## FANDOM

148 Pages

Let us consider a sphere of hydrogen gas with mass $M$. If the electrons are degenerate then the radius of the sphere is completely determined. The degenerate pressure is given by $\hbar^2*n^{5/3} / m_e$, where $\hbar$ is Planck's constant, $m_e$ is the proton mass and $n$ is the electron number density. If the density is roughly constant then $n \approx M / m_p R^3$ where $m_p$ is the proton mass and $R$ is the radius of the sphere. In a hydrostatic equilibrium, this pressure balances gravity, so

$\frac{\hbar^2}{m_e} \left( \frac{M}{m_p R^3}\right)^{5/3} \approx \frac{G M^2}{R^4} \Rightarrow R \approx \frac{\hbar^2}{G m_e m_p^{5/3} M^{1/3}}$

A sphere whose mass is below the Chadrasekhar mass cannot contract below this radius.
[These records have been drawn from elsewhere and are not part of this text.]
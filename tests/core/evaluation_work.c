/* How long questions are said to take, and quasi-Monte Carlo with fewer points. */
#include "asked.h"

#include "../../src/evaluation_work.h"

#include <gsl/gsl_errno.h>

static void ready(struct evaluation *e, const copula *c, pool *p)
{
    assert_int_equal(evaluation_of(c, e, p), OK);
}

/* David (1953): 1/4 at correlation 1/2 in three columns; a standard error grows with fewer. */
static void fewer_points(void **state)
{
    (void)state;
    struct sample_copula s;
    struct evaluation e;
    pool p = { 0 };
    const double half[3] = { 0.5, 0.5, 0.5 };
    double all, value, error;
    ready(&e, elliptical(&s, "gaussian", 3, 0.5, 0), &p);
    assert_int_equal(box_points(&e), 32768);
    assert_same(with_fewer_box_points(&e, 100), 100 * cdf_seconds(&e));
    assert_int_equal(box_points(&e), 32768);
    assert_int_equal(cdf_at(&e, half, &value, &all), OK);
    double seconds = cdf_seconds(&e);
    assert_true(with_fewer_box_points(&e, 1000) < 1);
    assert_int_equal(box_points(&e), 8192);
    assert_within(cdf_seconds(&e), seconds / 4, 1e-6);
    assert_true(with_fewer_box_points(&e, 1000000) > 100);
    assert_int_equal(box_points(&e), 2048);
    assert_int_equal(cdf_at(&e, half, &value, &error), OK);
    assert_true(error > 3 * all && error < 2e-3);
    assert_within(value, 0.25, 5 * error);
    pool_empty(&p);
}

/* Nothing to take fewer of. */
static void other_ways(void **state)
{
    (void)state;
    struct sample_copula s;
    struct evaluation e;
    pool p = { 0 };
    ready(&e, elliptical(&s, "t", 2, 0.5, 4), &p);
    assert_int_equal(box_points(&e), 0);
    assert_same(with_fewer_box_points(&e, 100000), 100000 * cdf_seconds(&e));
    ready(&e, one_parameter(&s, "gumbel", 5, 2), &p);
    assert_int_equal(box_points(&e), 0);
    assert_same(with_fewer_box_points(&e, 100000), 100000 * cdf_seconds(&e));
    pool_empty(&p);
}

/* Rows of many columns, in the order that was measured. Only gumbel's coefficients are not all
 * kept. */
static void many_columns(void **state)
{
    (void)state;
    struct sample_copula s;
    struct evaluation e;
    pool p = { 0 };
    ready(&e, one_parameter(&s, "gumbel", 2000, 2), &p);
    assert_true(conditional_seconds(&e) < 1e-2);
    assert_true(from_conditional_seconds(&e) > 1e-2);
    ready(&e, one_parameter(&s, "gumbel", 3000, 2), &p);
    assert_true(conditional_seconds(&e) > 0.2);
    assert_true(conditional_seconds(&e) < 2);
    assert_true(from_conditional_seconds(&e) > 3);
    ready(&e, one_parameter(&s, "gumbel", 16384, 2), &p);
    assert_true(density_seconds(&e) < 0.3);
    assert_true(kendall_seconds(&e, 1) < 0.3);
    assert_true(conditional_seconds(&e) > 100);
    ready(&e, one_parameter(&s, "joe", 16384, 2), &p);
    assert_true(from_conditional_seconds(&e) < 0.3);
    pool_empty(&p);
}

/* Of 10,000 rows each, in the order that was measured: seconds, or minutes. */
static void short_and_long(void **state)
{
    (void)state;
    struct sample_copula s;
    struct evaluation e;
    pool p = { 0 };
    ready(&e, one_parameter(&s, "gumbel", 200, 2), &p);
    assert_true(1e4 * cdf_seconds(&e) < 1);
    assert_true(1e4 * density_seconds(&e) < 3);
    assert_true(1e4 * conditional_seconds(&e) < 2);
    assert_true(1e4 * from_conditional_seconds(&e) > 3);
    assert_true(1e4 * from_conditional_seconds(&e) < 30);
    ready(&e, one_parameter(&s, "clayton", 200, 2), &p);
    assert_true(1e4 * conditional_seconds(&e) < 2);
    copula *c = one_parameter(&s, "joe", 16, 2);
    c->rotation = 180;
    ready(&e, c, &p);
    assert_true(1e4 * cdf_seconds(&e) > 0.6 && 1e4 * cdf_seconds(&e) < 6);
    c = one_parameter(&s, "gumbel", 2, 2);
    c->rotation = 180;
    ready(&e, c, &p);
    assert_true(1e4 * cdf_seconds(&e) < 0.5);
    c->rotation = 270;
    ready(&e, c, &p);
    assert_true(1e4 * cdf_seconds(&e) < 0.05);
    c = elliptical(&s, "t", 2, 0.5, 4);
    ready(&e, c, &p);
    assert_true(1e4 * cdf_seconds(&e) < 3);
    assert_true(kendall_seconds(&e, 10000) > 60);
    s.df[1] = 7;
    ready(&e, c, &p);
    assert_true(1e4 * cdf_seconds(&e) < 20);
    s.df[1] = 0.05;
    ready(&e, c, &p);
    assert_true(1e4 * cdf_seconds(&e) > 20);
    ready(&e, elliptical(&s, "t", 7, 0.5, 0.01), &p);
    assert_true(1e4 * density_seconds(&e) > 5);
    c = elliptical(&s, "t", 20, 0.5, 4);
    s.df[1] = 30;
    ready(&e, c, &p);
    assert_true(1e4 * conditional_seconds(&e) < 10);
    assert_true(1e4 * from_conditional_seconds(&e) < 20);
    assert_true(1e4 * from_conditional_seconds(&e) > 2);
    pool_empty(&p);
}

/* Rays are shared by all values of a Kendall distribution, and fewer where one takes longer. */
static void rays(void **state)
{
    (void)state;
    struct sample_copula s;
    struct evaluation e;
    pool p = { 0 };
    ready(&e, elliptical(&s, "t", 2, 0.5, 4), &p);
    assert_int_equal(kendall_rays(&e), 0);
    ready(&e, elliptical(&s, "gaussian", 3, 0.5, 0), &p);
    assert_int_equal(kendall_rays(&e), 4096);
    assert_true(kendall_seconds(&e, 1) > 0.3 && kendall_seconds(&e, 1000) < 3);
    ready(&e, elliptical(&s, "t", 40, 0.5, 3), &p);
    assert_true(kendall_rays(&e) >= 64 && kendall_rays(&e) < 1024);
    assert_true(kendall_seconds(&e, 1) > 1 && kendall_seconds(&e, 100) < 4);
    ready(&e, elliptical(&s, "t", 3, -0.5, 3), &p);
    assert_int_equal(kendall_rays(&e), 65536);
    copula *c = one_parameter(&s, "gumbel", 3, 2);
    ready(&e, c, &p);
    assert_int_equal(kendall_rays(&e), 0);
    c->rotation = 180;
    ready(&e, c, &p);
    assert_true(kendall_rays(&e) >= 256 && kendall_rays(&e) <= 4096);
    ready(&e, elliptical(&s, "t", 2, 0.5, 0.2), &p);
    assert_int_equal(kendall_rays(&e), 4096);
    ready(&e, elliptical(&s, "t", 2, -1, 0.2), &p);
    assert_int_equal(kendall_rays(&e), 0);
    pool_empty(&p);
}

/* Points that the model would hardly make take many times what others do, and are counted. */
static void spent(void **state)
{
    (void)state;
    struct sample_copula s;
    struct evaluation e;
    pool p = { 0 };
    double u[50], w[50];
    copula *c = elliptical(&s, "t", 50, 0.5, 0.01);
    for (size_t j = 0; j < 50; j++) s.df[j] = j % 2 ? 0.01 : 0.001;
    ready(&e, c, &p);
    assert_same(seconds_spent(&e), 0);
    for (size_t j = 0; j < 50; j++) u[j] = 0.3;
    assert_int_equal(conditional_at(&e, u, w), OK);
    double central = seconds_spent(&e);
    assert_true(central > 0 && central < 3 * conditional_seconds(&e));
    for (size_t j = 0; j < 50; j++) u[j] = j % 3 ? 1e-300 : 1 - 0x1p-53;
    assert_int_equal(conditional_at(&e, u, w), OK);
    assert_true(seconds_spent(&e) - central > 10 * conditional_seconds(&e));
    ready(&e, one_parameter(&s, "gumbel", 3, 2), &p);
    assert_same(seconds_spent(&e), 0);
    pool_empty(&p);
}

int main(void)
{
    gsl_set_error_handler_off();
    const struct CMUnitTest tests[] = {
        cmocka_unit_test(fewer_points), cmocka_unit_test(other_ways),
        cmocka_unit_test(many_columns), cmocka_unit_test(short_and_long), cmocka_unit_test(rays),
        cmocka_unit_test(spent),
    };
    return cmocka_run_group_tests(tests, NULL, NULL);
}
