/* The line that this one follows, by name or number, as 1 + its place; 0 for none. */
static status read_with(const char *name, const table *t, const struct layout *l, size_t line,
                        const struct terms *all, const char **names, size_t *with, report *r)
{
    size_t row = l->first + line + 1;
    const char *text = text_of(t, l, line, TERM_WITH);
    *with = 0;
    for (size_t i = 0; text && names && i < all->lines; i++) {
        if (!*names[i] || !same_word(names[i], text)) continue;
        if (*with)
            return refuse(r, BAD_KIND, "%s has \"%s\" under with in row %zu, but lines %zu and %zu "
                          "have that name", name, text, row, *with, i + 1);
        *with = i + 1;
    }
    if (text && !*with)
        return refuse(r, BAD_KIND, "%s has \"%s\" under with in row %zu, but no line of that name",
                      name, text, row);
    double x = gap();
    status s = text ? OK : number_of(name, t, l, line, TERM_WITH, &x, r);
    if (s != OK || is_gap(x)) return s;
    if (x != floor(x) || x < 1 || x > (double)all->lines)
        return refuse(r, OUT_OF_DOMAIN,
                      "%s has %g under with in row %zu, but lines are numbered from 1 to %zu", name,
                      x, row, all->lines);
    *with = (size_t)x;
    return OK;
}

static status read_term(const char *name, const table *t, const struct layout *l, size_t line,
                        term *to, report *r)
{
    status s = number_of(name, t, l, line, TERM_EXCESS, &to->excess, r);
    if (s == OK) s = number_of(name, t, l, line, TERM_LIMIT, &to->limit, r);
    if (s == OK) s = number_of(name, t, l, line, TERM_SHARE, &to->share, r);
    if (s != OK) return s;
    if (is_gap(to->excess)) to->excess = 0;
    if (is_gap(to->limit)) to->limit = INFINITY;
    return OK;
}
This therefore sets an upper limit on the temperature of a non - degenerate sphere

$k T \approx \frac{G M m_p}{R}$

If thermonuclear reactions require a certain threshold temperature ($T_i \approx 10^7 \rm K$) then below a certain mass degeneracy pressure will brake the collapse before thermonuclear reactions kick in

[1]$M_c \approx \frac{\left(k T_i \right)^{3/4} \hbar^{3/2}}{G^{3/2} m_p^{2} m_e^{3/4}} \approx 0.015 M_{\odot}$

This mass is therefore an upper limit on the mass of a brown dwarf.